Разумеется, сердечная отзывчивость Чайковского завоевала ему сердца и композиторов-москвичей. «Вспоминаю то удивительное внимание и симпатичное отношение «о мне Чайковского, которые он оказал мне в 1892 году, тогда еще совершенному юнцу, при конкурсе дирижеров в Малый театр, когда я выступил перед ним со своей молодой, совсем ученической сюитой, — писал незадолго до своей безвременной кончины уже тяжело больной и от болезни, горькой бедности и одиночества унывавший Василий Калинников. — Этих минут я до самой смерти не забуду, и я помню, что тогда они дали мне чертовский прилив сил и энергии». Молодой прилив энергии похвала Чайковского дала не одному Калинникову. С простодушным восторгом сообщал юноша Рахманинов своему приятелю, что Чайковский в беседе с газетным репортером назвал его в числе наиболее даровитых композиторов нового поколения: «Спасибо старику, что не позабыл меня.
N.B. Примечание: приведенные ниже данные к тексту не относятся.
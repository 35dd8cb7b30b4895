import { readAnalyticsRequest } from "~/.server/analytics/request";
import { sharedSourceAlertList } from "~/.server/analytics/queries/shared-source-alerts";
import { alertsQuery } from "~/lib/analytics/params";
import type { Route } from "./+types/api.analytics.alerts";

export async function loader({ request, context }: Route.LoaderArgs) {
  const { scope, query, window, thresholds } = await readAnalyticsRequest(request, context, "sources", alertsQuery, "api");
  return Response.json(await sharedSourceAlertList(scope, { window, thresholds, metal: query.metal ?? null }));
}
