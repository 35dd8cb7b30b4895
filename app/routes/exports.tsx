import { requireArea } from "~/.server/guard";
import { DATASETS } from "~/.server/exports/datasets";
import type { Route } from "./+types/exports";

export const meta: Route.MetaFunction = () => [{ title: "Exports · Patina" }];

const DESCRIPTIONS: Record<keyof typeof DATASETS, string> = {
  "water-tests": "Every water test with its pool, time (UTC) and readings in canonical units (mg/L, °C).",
  treatments: "Every treatment with its pool, product, amount, unit and cost.",
  pools: "Pools with customer, address, route, fill source, volume in litres, surface and sanitiser.",
  products: "Your product list with label dose and unit cost.",
  "fill-sources": "Fill-water sources and their kind.",
};

export async function loader({ context }: Route.LoaderArgs) {
  const scope = requireArea(context, "exports");
  return {
    datasets: (Object.keys(DATASETS) as Array<keyof typeof DATASETS>).map((key) => ({
      key,
      label: DATASETS[key],
      description: DESCRIPTIONS[key],
    })),
    limitedToRoutes: scope.routeIds !== null,
  };
}

export default function Exports({ loaderData }: Route.ComponentProps) {
  return (
    <div className="max-w-3xl space-y-6">
      <div>
        <h1 className="text-2xl font-semibold tracking-tight">Exports</h1>
        <p className="text-muted">
          Download your company's records as CSV files that open in any spreadsheet. Text that a spreadsheet would run as a
          formula (starting with =, +, -, @) is written with a leading apostrophe, so it shows as plain text.
        </p>
        {loaderData.limitedToRoutes ? <p className="mt-1 text-sm text-muted">Only the pools on your routes are included.</p> : null}
      </div>
      <ul className="divide-y divide-line rounded-xl border border-line bg-white">
        {loaderData.datasets.map((d) => (
          <li key={d.key} className="flex flex-wrap items-center justify-between gap-3 px-4 py-3">
            <span>
              <span className="block font-medium">{d.label}</span>
              <span className="block text-sm text-muted">{d.description}</span>
            </span>
            <a
              href={`/api/exports/${d.key}.csv`}
              download
              className="rounded-lg border border-line px-3 py-2 text-sm font-medium hover:bg-verdigris-50"
              aria-label={`Download ${d.label} as CSV`}
            >
              Download CSV
            </a>
          </li>
        ))}
      </ul>
    </div>
  );
}

export { ErrorPanel as ErrorBoundary } from "~/components/error-panel";
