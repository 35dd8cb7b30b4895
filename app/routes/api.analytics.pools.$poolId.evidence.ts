import { readAnalyticsRequest } from "~/.server/analytics/request";
import { apiError } from "~/.server/guard";
import { poolEvidence } from "~/.server/analytics/queries/pool-evidence";
import { evidenceQuery } from "~/lib/analytics/params";
import { poolIdParams } from "~/lib/params";
import type { Route } from "./+types/api.analytics.pools.$poolId.evidence";

export async function loader({ request, params, context }: Route.LoaderArgs) {
  const { scope, window, thresholds, balanceBand } = await readAnalyticsRequest(request, context, "pools", evidenceQuery, "api");
  const id = poolIdParams.safeParse(params);
  if (!id.success) throw apiError(400, "invalid_parameter", `poolId "${params.poolId}": ${id.error.issues[0]?.message}`, "poolId");
  const evidence = await poolEvidence(scope, id.data.poolId, { window, thresholds, metal: null, balanceBand });
  if (!evidence) throw apiError(404, "not_found", `No pool ${id.data.poolId} in your scope.`);
  return Response.json(evidence);
}
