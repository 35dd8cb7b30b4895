import { and, asc, count, eq, gte, inArray, isNotNull, lte, max, min, or, type SQL } from "drizzle-orm";
import type { MetalTest } from "@analysis/metals/episodes";
import { METALS, type Metal, type MetalReading } from "@analysis/metals/reading";
import type {
  Equipment,
  EquipmentKind,
  ExchangerMetal,
  FillSourceKind,
  PoolProfile,
  SanitiserSystem,
} from "@analysis/metals/route-book";
import type { ProductCategory, TreatmentRecord } from "@analysis/outcomes/treatments";
import { db } from "../../db/client";
import {
  EQUIPMENT_KINDS,
  equipment,
  fillSources,
  PRODUCT_CATEGORIES,
  pools,
  products,
  routes,
  SANITISERS,
  SOURCE_KINDS,
  sourceTests,
  treatments,
  waterTests,
} from "../../db/schema";
import type { Scope } from "../../guard";
import { poolsInScope } from "../scope";
import type { AnalyticsWindow } from "./window";

// The stored enum values and the analysis core's names differ in spelling only.
const SOURCE_KIND: Record<(typeof SOURCE_KINDS)[number], FillSourceKind> = {
  municipal: "municipal",
  private_well: "private-well",
  shared_well: "shared-well",
  trucked: "trucked",
  other: "other",
};
const SANITISER: Record<(typeof SANITISERS)[number], SanitiserSystem> = {
  chlorine: "chlorine",
  salt_generator: "salt-chlorine-generator",
  mineral_assist: "mineral-ioniser-assist",
  other: "other",
};
const EQUIPMENT_KIND: Record<(typeof EQUIPMENT_KINDS)[number], EquipmentKind> = {
  heater: "heater",
  heat_pump: "heat-pump",
  salt_cell: "salt-cell",
  pump: "pump",
  filter: "filter",
  ioniser: "ioniser",
  other: "other",
};
export const PRODUCT_CATEGORY: Record<(typeof PRODUCT_CATEGORIES)[number], ProductCategory> = {
  sequestrant: "sequestrant",
  collector_pad: "metal-collector-pad",
  ph_decreaser: "ph-decreaser",
  copper_algaecide: "copper-algaecide",
  other_algaecide: "other-algaecide",
  chlorine: "chlorine",
  other: "other",
};

function exchangerMetal(stored: string | null): ExchangerMetal | null {
  if (stored === null) return null;
  return stored === "copper" || stored === "cupronickel" || stored === "titanium" ? stored : "none-unknown";
}

/** A stored calendar date ("YYYY-MM-DD") as the epoch milliseconds of its UTC midnight. */
export function dayToMs(day: string | null): number | null {
  return day ? Date.parse(`${day}T00:00:00Z`) : null;
}

function windowConditions(column: typeof waterTests.sampledAt | typeof treatments.appliedAt, window: AnalyticsWindow): SQL[] {
  const conditions: SQL[] = [];
  if (window.from) conditions.push(gte(column, window.from));
  if (window.to) conditions.push(lte(column, window.to));
  return conditions;
}

const reading = (value: number | null, belowDetection: boolean): MetalReading | null =>
  value === null ? null : { value: Number(value), belowDetection };

export type MetalReadingQuery = {
  window: AnalyticsWindow;
  /** Only these metals are read; rows without any of them are skipped. Default: all three. */
  metals?: readonly Metal[];
  poolIds?: readonly number[];
};

/**
 * Metal readings of the pools in scope, ordered by pool and time, as the
 * episode analysis reads them. Only tests where a metal was measured, and
 * only the columns the metal history needs.
 */
export async function metalReadings(scope: Scope, query: MetalReadingQuery): Promise<MetalTest[]> {
  const metals = query.metals ?? METALS;
  if (query.poolIds && query.poolIds.length === 0) return [];
  const measured = or(...metals.map((metal) => isNotNull(waterTests[metal])))!;
  const rows = await db()
    .select({
      id: waterTests.id,
      poolId: waterTests.poolId,
      sampledAt: waterTests.sampledAt,
      copper: waterTests.copper,
      copperBelowDetection: waterTests.copperBelowDetection,
      iron: waterTests.iron,
      ironBelowDetection: waterTests.ironBelowDetection,
      manganese: waterTests.manganese,
      manganeseBelowDetection: waterTests.manganeseBelowDetection,
    })
    .from(waterTests)
    .innerJoin(pools, eq(pools.id, waterTests.poolId))
    .where(
      and(
        poolsInScope(scope),
        eq(waterTests.companyId, scope.companyId),
        measured,
        ...windowConditions(waterTests.sampledAt, query.window),
        query.poolIds ? inArray(waterTests.poolId, [...query.poolIds]) : undefined,
      ),
    )
    .orderBy(asc(waterTests.poolId), asc(waterTests.sampledAt));
  const wanted = new Set(metals);
  return rows.map((r) => ({
    id: String(r.id),
    poolId: String(r.poolId),
    takenAt: r.sampledAt.getTime(),
    copper: wanted.has("copper") ? reading(r.copper, r.copperBelowDetection) : null,
    iron: wanted.has("iron") ? reading(r.iron, r.ironBelowDetection) : null,
    manganese: wanted.has("manganese") ? reading(r.manganese, r.manganeseBelowDetection) : null,
  }));
}

export type PoolLabel = {
  poolId: number;
  street: string;
  customerName: string;
  routeId: number | null;
  routeName: string | null;
  fillSourceId: number | null;
  fillSourceName: string | null;
  fillSourceKind: (typeof SOURCE_KINDS)[number] | null;
  neighbourhood: string | null;
};

export type RouteBookProfiles = {
  profiles: PoolProfile[];
  labels: Map<number, PoolLabel>;
};

/**
 * What the analysis needs to know about each pool in scope: fill source and
 * its kind, neighbourhood, route, surface, sanitiser, and the heaters and
 * ionisers with their install and removal dates and exchanger metal.
 */
export async function poolProfiles(scope: Scope, options: { poolIds?: readonly number[] } = {}): Promise<RouteBookProfiles> {
  if (options.poolIds && options.poolIds.length === 0) return { profiles: [], labels: new Map() };
  const onlyThese = options.poolIds ? inArray(pools.id, [...options.poolIds]) : undefined;
  const [rows, fitted] = await Promise.all([
    db()
      .select({
        poolId: pools.id,
        street: pools.street,
        customerName: pools.customerName,
        routeId: pools.routeId,
        routeName: routes.name,
        fillSourceId: pools.fillSourceId,
        fillSourceName: fillSources.name,
        fillSourceKind: fillSources.kind,
        neighbourhood: pools.neighbourhood,
        surface: pools.surface,
        sanitiser: pools.sanitiser,
      })
      .from(pools)
      .leftJoin(routes, eq(routes.id, pools.routeId))
      .leftJoin(fillSources, eq(fillSources.id, pools.fillSourceId))
      .where(and(poolsInScope(scope), onlyThese))
      .orderBy(asc(pools.id)),
    db()
      .select({
        id: equipment.id,
        poolId: equipment.poolId,
        kind: equipment.kind,
        exchangerMetal: equipment.exchangerMetal,
        installedOn: equipment.installedOn,
        removedOn: equipment.removedOn,
      })
      .from(equipment)
      .innerJoin(pools, eq(pools.id, equipment.poolId))
      .where(
        and(
          poolsInScope(scope),
          eq(equipment.companyId, scope.companyId),
          inArray(equipment.kind, ["heater", "heat_pump", "ioniser"]),
          options.poolIds ? inArray(equipment.poolId, [...options.poolIds]) : undefined,
        ),
      ),
  ]);
  const equipmentByPool = new Map<number, Equipment[]>();
  for (const e of fitted) {
    const list = equipmentByPool.get(e.poolId) ?? [];
    list.push({
      id: String(e.id),
      kind: EQUIPMENT_KIND[e.kind],
      exchangerMetal: exchangerMetal(e.exchangerMetal),
      installedAt: dayToMs(e.installedOn),
      removedAt: dayToMs(e.removedOn),
    });
    equipmentByPool.set(e.poolId, list);
  }
  const labels = new Map<number, PoolLabel>();
  const profiles = rows.map((r) => {
    labels.set(r.poolId, {
      poolId: r.poolId,
      street: r.street,
      customerName: r.customerName,
      routeId: r.routeId,
      routeName: r.routeName,
      fillSourceId: r.fillSourceId,
      fillSourceName: r.fillSourceName,
      fillSourceKind: r.fillSourceKind,
      neighbourhood: r.neighbourhood,
    });
    return {
      poolId: String(r.poolId),
      fillSourceId: r.fillSourceId === null ? null : String(r.fillSourceId),
      fillSourceKind: r.fillSourceKind === null ? null : SOURCE_KIND[r.fillSourceKind],
      neighbourhood: r.neighbourhood,
      routeId: r.routeId === null ? null : String(r.routeId),
      surface: r.surface,
      sanitiser: r.sanitiser === null ? null : SANITISER[r.sanitiser],
      equipment: equipmentByPool.get(r.poolId) ?? [],
    } satisfies PoolProfile;
  });
  return { profiles, labels };
}

export type ObservedSpan = { poolId: string; firstAt: number; lastAt: number; tests: number };

/**
 * Each pool's first and last test in the window (any analyte): the time it
 * was observed. Grouped in MariaDB, one row per pool.
 */
export async function observedSpans(scope: Scope, window: AnalyticsWindow): Promise<ObservedSpan[]> {
  const rows = await db()
    .select({
      poolId: waterTests.poolId,
      firstAt: min(waterTests.sampledAt),
      lastAt: max(waterTests.sampledAt),
      tests: count(),
    })
    .from(waterTests)
    .innerJoin(pools, eq(pools.id, waterTests.poolId))
    .where(and(poolsInScope(scope), eq(waterTests.companyId, scope.companyId), ...windowConditions(waterTests.sampledAt, window)))
    .groupBy(waterTests.poolId);
  return rows
    .filter((r) => r.firstAt !== null && r.lastAt !== null)
    .map((r) => ({ poolId: String(r.poolId), firstAt: r.firstAt!.getTime(), lastAt: r.lastAt!.getTime(), tests: r.tests }));
}

export type TreatmentRow = TreatmentRecord & { productName: string; amount: number; unit: string };

/** Treatments of the pools in scope with their product and category, oldest first. */
export async function treatmentRows(
  scope: Scope,
  query: { window: AnalyticsWindow; poolIds?: readonly number[]; categories?: readonly (typeof PRODUCT_CATEGORIES)[number][] },
): Promise<TreatmentRow[]> {
  if (query.poolIds && query.poolIds.length === 0) return [];
  const rows = await db()
    .select({
      id: treatments.id,
      poolId: treatments.poolId,
      productId: treatments.productId,
      productName: products.name,
      category: products.category,
      appliedAt: treatments.appliedAt,
      cost: treatments.cost,
      amount: treatments.amount,
      unit: treatments.unit,
    })
    .from(treatments)
    .innerJoin(pools, eq(pools.id, treatments.poolId))
    .innerJoin(products, eq(products.id, treatments.productId))
    .where(
      and(
        poolsInScope(scope),
        eq(treatments.companyId, scope.companyId),
        ...windowConditions(treatments.appliedAt, query.window),
        query.poolIds ? inArray(treatments.poolId, [...query.poolIds]) : undefined,
        query.categories ? inArray(products.category, [...query.categories]) : undefined,
      ),
    )
    .orderBy(asc(treatments.poolId), asc(treatments.appliedAt));
  return rows.map((r) => ({
    id: String(r.id),
    poolId: String(r.poolId),
    productId: String(r.productId),
    productName: r.productName,
    category: PRODUCT_CATEGORY[r.category],
    appliedAt: r.appliedAt.getTime(),
    cost: r.cost,
    amount: r.amount,
    unit: r.unit,
  }));
}

export type SourceTestRow = {
  id: number;
  fillSourceId: number;
  sampledOn: string;
  copper: MetalReading | null;
  iron: MetalReading | null;
  manganese: MetalReading | null;
};

/** Fill-water tests of the company's sources (optionally only some sources), oldest first. */
export async function sourceTestRows(companyId: number, sourceIds?: readonly number[]): Promise<SourceTestRow[]> {
  if (sourceIds && sourceIds.length === 0) return [];
  const rows = await db()
    .select()
    .from(sourceTests)
    .where(and(eq(sourceTests.companyId, companyId), sourceIds ? inArray(sourceTests.fillSourceId, [...sourceIds]) : undefined))
    .orderBy(asc(sourceTests.fillSourceId), asc(sourceTests.sampledOn));
  return rows.map((r) => ({
    id: r.id,
    fillSourceId: r.fillSourceId,
    sampledOn: r.sampledOn,
    copper: reading(r.copper, r.copperBelowDetection),
    iron: reading(r.iron, r.ironBelowDetection),
    manganese: reading(r.manganese, r.manganeseBelowDetection),
  }));
}
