import { data, Form } from "react-router";
import { z } from "zod";
import { unsubscribeFromDigest } from "~/.server/mail/preferences";
import { primaryButton, PublicCard, PublicNotice } from "~/components/mail/public-card";
import type { Route } from "./+types/unsubscribe.$token";

export const meta: Route.MetaFunction = () => [{ title: "Weekly digest · Patina" }];

const tokenParams = z.object({ token: z.string().regex(/^[A-Za-z0-9_-]{16,64}$/, { error: "not an unsubscribe link" }) });

export async function loader({ params }: Route.LoaderArgs) {
  return { valid: tokenParams.safeParse(params).success };
}

/**
 * The digest is turned off by a button press, not by opening the link, so a
 * mail scanner that follows links cannot unsubscribe anybody.
 */
export async function action({ params }: Route.ActionArgs) {
  const parsed = tokenParams.safeParse(params);
  const result = parsed.success ? await unsubscribeFromDigest(parsed.data.token) : { ok: false as const };
  if (!result.ok) return data({ done: false as const, email: null }, { status: 404 });
  return { done: true as const, email: result.email, companyName: result.companyName };
}

export default function Unsubscribe({ loaderData, actionData }: Route.ComponentProps) {
  if (actionData?.done) {
    return (
      <PublicNotice
        title="Weekly digest turned off"
        message={`${actionData.email} will no longer get the weekly digest from ${actionData.companyName}. Alerts about metal in pools still arrive.`}
      />
    );
  }
  if (!loaderData.valid || actionData?.done === false) {
    return (
      <PublicNotice
        title="Weekly digest"
        message="This unsubscribe link is not valid. Use the link from your most recent digest."
        next={{ to: "/sign-in", label: "Go to sign-in" }}
      />
    );
  }
  return (
    <PublicCard title="Stop the weekly digest?">
      <p>You will no longer get the Monday summary of open metal episodes, recurring pools and treatment results.</p>
      <Form method="post">
        <button type="submit" className={primaryButton}>
          Stop the weekly digest
        </button>
      </Form>
    </PublicCard>
  );
}

export { ErrorPage as ErrorBoundary } from "~/components/error-panel";
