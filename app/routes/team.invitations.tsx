import { data } from "react-router";
import { z } from "zod";
import { requireArea } from "~/.server/guard";
import { plainId } from "~/lib/strict-params";
import { inviteMember, withdrawInvitation } from "~/.server/team/invitations";
import { fieldErrorsOf } from "~/lib/account-forms";
import { ROLE_NAMES } from "~/lib/roles";
import type { Route } from "./+types/team.invitations";

const inviteSchema = z.discriminatedUnion("intent", [
  z.object({
    intent: z.literal("invite"),
    email: z.email({ error: "Enter the e-mail address of the person to invite." }).max(255),
    role: z.enum(ROLE_NAMES, { error: `Choose a role: ${ROLE_NAMES.join(", ")}.` }),
  }),
  z.object({
    intent: z.literal("withdraw"),
    invitationId: plainId("invitationId"),
  }),
]);

/** Sending and withdrawing invitations from the team page (owners only). */
export async function action({ request, context }: Route.ActionArgs) {
  const scope = requireArea(context, "team");
  const parsed = inviteSchema.safeParse(Object.fromEntries(await request.formData()));
  if (!parsed.success) return data({ ok: false as const, fieldErrors: fieldErrorsOf(parsed.error.issues) }, { status: 400 });
  if (parsed.data.intent === "withdraw") {
    const withdrawn = await withdrawInvitation(scope, parsed.data.invitationId);
    if (!withdrawn) throw data("No pending invitation with that number in your company.", { status: 404 });
    return { ok: true as const, fieldErrors: {}, invited: null };
  }
  const result = await inviteMember(scope, { email: parsed.data.email, role: parsed.data.role });
  if (!result.ok) return data({ ok: false as const, fieldErrors: { [result.field]: result.message } }, { status: 409 });
  return { ok: true as const, fieldErrors: {}, invited: parsed.data.email };
}

export async function loader() {
  throw data("Invitations are sent from the team page (POST only).", { status: 405, headers: { Allow: "POST" } });
}
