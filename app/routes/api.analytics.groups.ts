import type { GroupingKey } from "@analysis/stats/groups";
import { readAnalyticsRequest } from "~/.server/analytics/request";
import { groupFigures } from "~/.server/analytics/queries/group-figures";
import { groupsQuery } from "~/lib/analytics/params";
import type { Route } from "./+types/api.analytics.groups";

export async function loader({ request, context }: Route.LoaderArgs) {
  const { scope, query, window, thresholds } = await readAnalyticsRequest(request, context, "risk", groupsQuery, "api");
  const metal = query.metal ?? null;
  return Response.json(await groupFigures(scope, { window, thresholds, metal, grouping: query.grouping as GroupingKey }));
}
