import { requireArea } from "~/.server/guard";
import { listProducts, PRODUCT_SORTS } from "~/.server/routebook/queries/products";
import { ButtonLink, type Column, FilterSelect, ListFilters, PageHeader } from "~/components/data-table";
import { options } from "~/components/form-controls";
import { archiveColumn, ArchiveStatusFilter, countOf, ListTable, NameCell } from "~/components/routebook/list-table";
import { activeWanted, ARCHIVE_STATUSES } from "~/lib/archived";
import { PRODUCT_CATEGORIES } from "~/lib/forms/routebook";
import { DOSE_BASIS_LABELS, labelOf, PRODUCT_CATEGORY_LABELS } from "~/lib/labels";
import { enumFilter, listParams } from "~/lib/list-params";
import { roleMayOpen } from "~/lib/roles";
import type { Route } from "./+types/products";

export const meta: Route.MetaFunction = () => [{ title: "Products · Patina" }];

export async function loader({ request, context }: Route.LoaderArgs) {
  const scope = requireArea(context, "routebook");
  const url = new URL(request.url);
  const params = listParams(url, PRODUCT_SORTS, "name");
  const status = enumFilter(url, "status", ARCHIVE_STATUSES) ?? "active";
  const list = await listProducts(scope, params, {
    category: enumFilter(url, "category", PRODUCT_CATEGORIES),
    active: activeWanted(status),
  });
  return { ...list, params, mayEdit: roleMayOpen(scope.role, "routebookEdit") };
}

type Row = Route.ComponentProps["loaderData"]["rows"][number];

export default function Products({ loaderData }: Route.ComponentProps) {
  const { rows, total, params, mayEdit } = loaderData;
  const columns: Array<Column<Row>> = [
    {
      key: "name",
      label: "Product",
      sortKey: "name",
      cell: (r) => <NameCell to={mayEdit ? `/products/${r.id}/edit` : null}>{r.name}</NameCell>,
    },
    { key: "category", label: "Category", sortKey: "category", cell: (r) => labelOf(PRODUCT_CATEGORY_LABELS, r.category) },
    {
      key: "labelDose",
      label: "Label dose",
      sortKey: "labelDose",
      numeric: true,
      cell: (r) => (r.labelDose === null ? "—" : `${r.labelDose} ${r.doseUnit ?? ""} ${DOSE_BASIS_LABELS[r.doseBasis]}`),
    },
    {
      key: "unitCost",
      label: "Unit cost",
      sortKey: "unitCost",
      numeric: true,
      cell: (r) => (r.unitCost === null ? "—" : `${r.unitCost.toFixed(2)} per ${r.doseUnit ?? "unit"}`),
    },
    archiveColumn(),
  ];
  return (
    <div>
      <PageHeader title="Products" action={mayEdit ? <ButtonLink to="/products/new">Add a product</ButtonLink> : null}>
        {countOf(total, "product", "products")}
      </PageHeader>
      <ListFilters searchLabel="Search product names">
        <FilterSelect name="category" label="Category" allLabel="All categories" options={options(PRODUCT_CATEGORY_LABELS)} />
        <ArchiveStatusFilter />
      </ListFilters>
      <ListTable caption="Products" columns={columns} rows={rows} total={total} params={params} noun="product" emptyText="No products here yet." />
    </div>
  );
}

export { ErrorPanel as ErrorBoundary } from "~/components/error-panel";
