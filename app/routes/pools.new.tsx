import { redirect } from "react-router";
import { requireArea } from "~/.server/guard";
import { companyPreferences } from "~/.server/settings/queries/company-settings";
import { routeOptions } from "~/.server/routebook/queries/routes";
import { sourceOptions } from "~/.server/routebook/queries/sources";
import { refusedAnswer } from "~/.server/command-result";
import { savePool } from "~/.server/routebook/commands/pools";
import { EntryFormPage } from "~/components/routebook/entry-form";
import { PoolForm } from "~/components/routebook/pool-form";
import { formObject } from "~/lib/forms/fields";
import { parsePoolForm } from "~/lib/forms/routebook";
import type { Route } from "./+types/pools.new";

export const meta: Route.MetaFunction = () => [{ title: "New pool · Patina" }];

export async function loader({ context }: Route.LoaderArgs) {
  const scope = requireArea(context, "routebookEdit");
  const [routes, sources, prefs] = await Promise.all([routeOptions(scope), sourceOptions(scope), companyPreferences(scope)]);
  return { routes, sources, units: prefs.units };
}

export async function action({ request, context }: Route.ActionArgs) {
  const scope = requireArea(context, "routebookEdit");
  const { units } = await companyPreferences(scope);
  const parsed = parsePoolForm(formObject(await request.formData()), units);
  if (!parsed.ok) return refusedAnswer({ fieldErrors: parsed.fieldErrors, formError: null });
  const result = await savePool(scope, null, parsed.value);
  if (!result.ok) return refusedAnswer(result);
  throw redirect(`/pools/${result.id}`);
}

export default function NewPool({ loaderData, actionData }: Route.ComponentProps) {
  return (
    <EntryFormPage title="New pool">
      <PoolForm pool={null} units={loaderData.units} routes={loaderData.routes} sources={loaderData.sources} answer={actionData} />
    </EntryFormPage>
  );
}

export { ErrorPanel as ErrorBoundary } from "~/components/error-panel";
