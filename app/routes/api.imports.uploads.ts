import { redirect } from "react-router";
import { apiError, requireArea } from "~/.server/guard";
import { importConfig } from "~/.server/imports/config";
import { FORM_MARGIN_BYTES, receiveUpload } from "~/.server/imports/receive-upload";
import type { Route } from "./+types/api.imports.uploads";

function tooLarge(maxBytes: number) {
  return apiError(
    413,
    "payload_too_large",
    `The file is larger than the ${Math.round(maxBytes / 1024 / 1024)} MB Patina accepts in one upload. Split it into smaller files (by year, say) and upload them one by one.`,
    "file",
  );
}

export async function loader() {
  throw apiError(405, "method_not_allowed", "Send the file with POST (multipart form, field \"file\").");
}

/** Receives one CSV file (multipart field "file") and answers with the new upload's id. */
export async function action({ request, context }: Route.ActionArgs) {
  const scope = requireArea(context, "imports");
  if (request.method !== "POST") throw apiError(405, "method_not_allowed", "Send the file with POST.");
  const { maxBytes } = importConfig();
  // Refuse before reading: the multipart envelope adds a little, so allow a small margin.
  const declared = Number(request.headers.get("Content-Length") ?? NaN);
  if (Number.isFinite(declared) && declared > maxBytes + FORM_MARGIN_BYTES) throw tooLarge(maxBytes);

  const received = await receiveUpload(scope, request);
  if (!received.ok) {
    throw received.status === 413 ? tooLarge(maxBytes) : apiError(400, "invalid_parameter", received.message, "file");
  }
  const { uploadId } = received;
  if ((request.headers.get("Accept") ?? "").includes("application/json")) {
    return Response.json({ uploadId, next: `/imports/${uploadId}` }, { status: 201 });
  }
  // Without JavaScript the form posts here directly: go on to the check page.
  return redirect(`/imports/${uploadId}`, 303);
}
После того как прочитал, сел за фортепьяно и сочинил пятую вещь» [128] .
128
Фортепьянную пьесу в серии, составившей ор. 3.
А много лет спустя, вдали от родины, он с горькой отрадой вспоминал, как Петр Ильич шутливо сказал, что Рахманинов родился под счастливой звездой, как в другой раз предложил, чтобы его «Алеко» исполнялся в московской опере вместе с «Иолантой». «Вы не будете возражать?» — с бесконечной деликатностью спросил Чайковский у двадцатилетнего музыканта…
Выросшее у Чайковского, по мере увеличения его авторитета и славы, сознание ответственности за все подрастающее поколение музыкантов сделало его к началу 90-х годов главой русской музыки. От него ждали не только новых выдающихся произведений, но и направления. И особенно это чувствовалось в Петербурге, где композиторские традиции были устойчивее и, с легкой руки Балакирева и Стасова, гораздо нетерпимее, чем в Москве.